# Duracoat my XD9 slide?



## trgams (Feb 23, 2016)

I purchased a used XD9 a while back and was thinking about duracoating it because a lot of the original finish is holster worn, and some scratches...normally I wouldn't really care, but I really like this gun, and would like to try to refinish it. Have any of you folks used duracoat before? If so, how did you like it, and what color is the closest match to the original? It appears as though my gun just had Parkerizing on it from the factory...I wonder if the oxide black color would be similar? I would hate to buy 3 or 4 colors and end up only using one. Thanks in advance.


----------



## trgams (Feb 23, 2016)

nobody knows huh? what duracoat color most closely matches the original finish? Maybe I'll get a pack of the black oxide color and try it on something else to see how close a match it is..


----------



## desertman (Aug 29, 2013)

trgams said:


> nobody knows huh? what duracoat color most closely matches the original finish? Maybe I'll get a pack of the black oxide color and try it on something else to see how close a match it is..

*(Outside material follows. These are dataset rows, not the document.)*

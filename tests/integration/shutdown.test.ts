import { afterAll, beforeAll, describe, expect, it } from 'vitest';
import type { Actor } from '../../src/domain/access/permissions';
import { shutdownFinding } from '../../src/features/shutdown/finding';
import { heldSites, shutdownGroups } from '../../src/features/shutdown/groups';
import { GET as shutdownRoute } from '../../src/pages/api/shutdown';
import { GET as csvRoute } from '../../src/pages/api/shutdown.csv';
import { received, type Sent } from '../../src/schemas/api/causes-on-the-way';
import { shutdownNow, type ShutdownNow } from '../../src/schemas/api/shutdown';
import { testDatabase, type TestDatabase } from '../support/database';
import { ask } from '../support/endpoint';
import { testFleet, type TestFleet } from '../support/fleet';
import { command, stand } from '../support/standing';

const HALL = 'Old Tannery Market Hall';
const MILLRACE = 'Millrace Housing';
const LANTERN = 'Lantern Works';
const GALLERY = 'Coopers Wharf Gallery';
const CLINIC = 'Weirside Clinic';
const NETLOFT = 'Netloft Terrace';
const NOW = new Date();
const minutesAgo = (n: number) => new Date(NOW.getTime() - n * 60_000);

let db: TestDatabase;
let fleet: TestFleet;
let analyst: Actor;

beforeAll(async () => {
  db = await testDatabase();
  fleet = await testFleet(db, [HALL, MILLRACE, LANTERN, GALLERY, CLINIC, NETLOFT]);
  analyst = await fleet.actor('analyst@lowfield.example');
  await stand(db.owner, fleet.site(HALL), NOW, (string, position) =>
    string === 'B3' && (position === 5 || position === 9)
      ? { state: 'shutdown', verdict: 'stuck', since: minutesAgo(position === 5 ? 40 : 35) }
      : null,
  );
  // a gateway is gone, and with it all that came by it
  const millrace = fleet.site(MILLRACE);
  const dead = 3;
  const behind = new Map(
    millrace.plan.strings.map((s) => [s.name, s.slots.map((slot) => slot.gateway === dead)]),
  );
  await stand(db.owner, millrace, NOW, (string, position) =>
    behind.get(string)?.[position - 1] ? { state: 'silent', via: dead } : null,
  );
  await db.owner.query(`update gateway set last_heard_at = $1 where site_id = $2 and number = $3`, [
    minutesAgo(41),
    millrace.id,
    dead,
  ]);
  for (const zone of fleet.site(LANTERN).zones.keys())
    await command(db.owner, fleet.site(LANTERN), zone, 'initiator', minutesAgo(60), 'Roof crew');
  await stand(db.owner, fleet.site(LANTERN), NOW, (string, position) =>
    string === fleet.site(LANTERN).plan.strings[0]?.name && position === 1
      ? { state: 'silent', verdict: 'unconfirmed', since: minutesAgo(58) }
      : { state: 'shutdown' },
  );
  // positions unknown: the string as a whole
  const [firstString] = fleet.site(GALLERY).strings.values();
  await db.owner.query(
    `insert into string_judgement (string_id, site_id, judged_at, state, verdict, since, finding, finding_since, evidence)
     values ($1, $2, $3, '{}', '{}', '{}', 'stuck_positions_unknown', $4, $5)`,
    [
      firstString?.id,
      fleet.site(GALLERY).id,
      NOW,
      minutesAgo(90),
      JSON.stringify({
        units: {},
        finding: {
          scope: 'string',
          measuredV: 410,
          expectedV: 480,
          thresholdV: 30,
          thresholdSource: 'a setting',
          units: 2,
          unitsRange: [2, 3],
          ofN: 14,
          atS: Math.floor(NOW.getTime() / 1000),
          confidence: 0.8,
          couldBe: [],
        },
      }),
    ],
  );
  await stand(db.owner, fleet.site(CLINIC), NOW);
  await stand(db.owner, fleet.site(NETLOFT), NOW, () => ({ state: 'shutdown', verdict: 'stuck' }));
});
afterAll(() => db.drop());

const read = async (actor: Actor) =>
  shutdownNow.parse(received((await (await ask(shutdownRoute, { actor })).json()) as Sent<ShutdownNow>));

describe('the Shutdown page', () => {
  it('lists exactly the two stuck units with string, position and serial, oldest cause first', async () => {
    const { causes } = await read(analyst);
    const stuck = shutdownGroups(causes, { q: '', show: 'stuck' })[0]?.causes ?? [];
    expect(stuck.map((c) => c.siteName)).toEqual([GALLERY, HALL]);
    const hall = stuck[1];
    const slots = fleet.site(HALL).plan.strings.find((s) => s.name === 'B3')?.slots;
    expect(hall?.units.map((u) => [u.stringName, u.position, u.serial])).toEqual([
      ['B3', 5, slots?.[4]?.serial],
      ['B3', 9, slots?.[8]?.serial],
    ]);
    expect(stuck[0]?.units).toMatchObject([{ position: null, serial: null }]);
  });

  it('keeps shutdown on purpose apart, with what nobody can confirm beside it', async () => {
    const { causes, sites } = await read(analyst);
    const { purpose, lost } = heldSites(sites);
    expect(purpose.map((h) => h.site.name)).toEqual([LANTERN]);
    expect(purpose[0]?.commands[0]).toMatchObject({ inForce: 'initiator', by: 'Roof crew' });
    expect(lost).toEqual([]);
    expect(causes.filter((c) => c.siteName === LANTERN).map((c) => c.verdict)).toEqual(['unconfirmed']);
    expect(shutdownFinding(sites, causes).sentence).toContain(`${LANTERN} is in shutdown on purpose`);
  });

  it('names the silent gateway, says that its units cannot be confirmed, and that they are not stuck', async () => {
    const { causes } = await read(analyst);
    const silent = causes.filter((c) => c.siteName === MILLRACE);
    expect(silent).toHaveLength(1);
    expect(silent[0]).toMatchObject({ verdict: 'silent', sharedPart: { kind: 'gateway' } });
    expect(silent[0]?.units).toHaveLength(48);
  });

  it('has no site at which nothing holds, and none of another organisation', async () => {
    const { sites, contacts } = await read(analyst);
    expect(sites.map((s) => s.name).sort()).toEqual([GALLERY, HALL, LANTERN, MILLRACE].sort());
    expect(contacts).toHaveLength(4);
    const foreign = await read(await fleet.actor('manager@harbourline.example'));
    expect(foreign.sites.map((s) => s.name)).toEqual([NETLOFT]);
  });

  it('is not for customers, nor for nobody', async () => {
    const customer = await fleet.actor('customer@lowfield.example');
    for (const route of [shutdownRoute, csvRoute]) {
      expect((await ask(route, { actor: customer })).status).toBe(403);
      expect((await ask(route, { actor: null })).status).toBe(401);
    }
  });

  it('gives the same as CSV, a row a unit, filtered alike', async () => {
    const response = await ask(csvRoute, { actor: analyst, path: '/api/shutdown.csv?show=stuck&q=B3' });
    expect(response.headers.get('content-disposition')).toMatch(/attachment; filename="shutdown-.*\.csv"/);
    const lines = (await response.text()).trim().split('\r\n');
    expect(lines).toHaveLength(3);
    expect(lines[1]).toMatch(new RegExp(`^stuck,${HALL},B3,5,`));
    expect((await ask(csvRoute, { actor: analyst, path: '/api/shutdown.csv?show=ok' })).status).toBe(422);
  });
});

If you're gonna' do anything have it "Cerakoted". Duracoat is nothing more than a better grade of paint with a hardener. Look up "Cerakote" and see if there is someone in your area that can do it. It has to be baked on but it is the most durable finish you'll ever get on a firearm. It comes in just about every color under the sun. I had the slide done on my HK45C.


----------



## trgams (Feb 23, 2016)

desertman said:


> If you're gonna' do anything have it "Cerakoted". Duracoat is nothing more than a better grade of paint with a hardener. Look up "Cerakote" and see if there is someone in your area that can do it. It has to be baked on but it is the most durable finish you'll ever get on a firearm. It comes in just about every color under the sun. I had the slide done on my HK45C.
> View attachment 2318


I was thinking about that, but I'm kindof wanting to do it myself...I wonder if I can get cerakote myself and try it...probably try it on something else before on my actual gun.


----------



## desertman (Aug 29, 2013)

trgams said:


> I was thinking about that, but I'm kindof wanting to do it myself...I wonder if I can get cerakote myself and try it...probably try it on something else before on my actual gun.


Yeah, I wanted to do it myself too. From painting cars I have all types of spraying equipment. But after looking into all of the different types of finishes decided that I might as well go for the best. I believe they do sell to individuals. However there are specific processes involved including soda blasting the part using the correct media. The exact amount of hardener also has to be added. And it does have to be baked on at a specific temperature and for a specific amount of time. I think it's best left to someone who has experience using it. I believe that many of them are certified in using their products. Even if you do use 'Duracoat" you're probably going to have to have the part blasted using the proper media anyway. Depending on your experience it might be best to leave it up to someone who has done firearms before. It's a lot different than stripping paint off of a car. Careful preparation is always critical to the end result.


----------



## Steve M1911A1 (Feb 6, 2008)

...Also, to get an even, uniform coating, the part(s) might have to be "fixtured" so that the entire exterior is done in one pass, without leaving bald spots anywhere.
Do you have, or can you construct, the fixture that the job requires? The commercial shop already has the fixtures necessary for the job on hand.


----------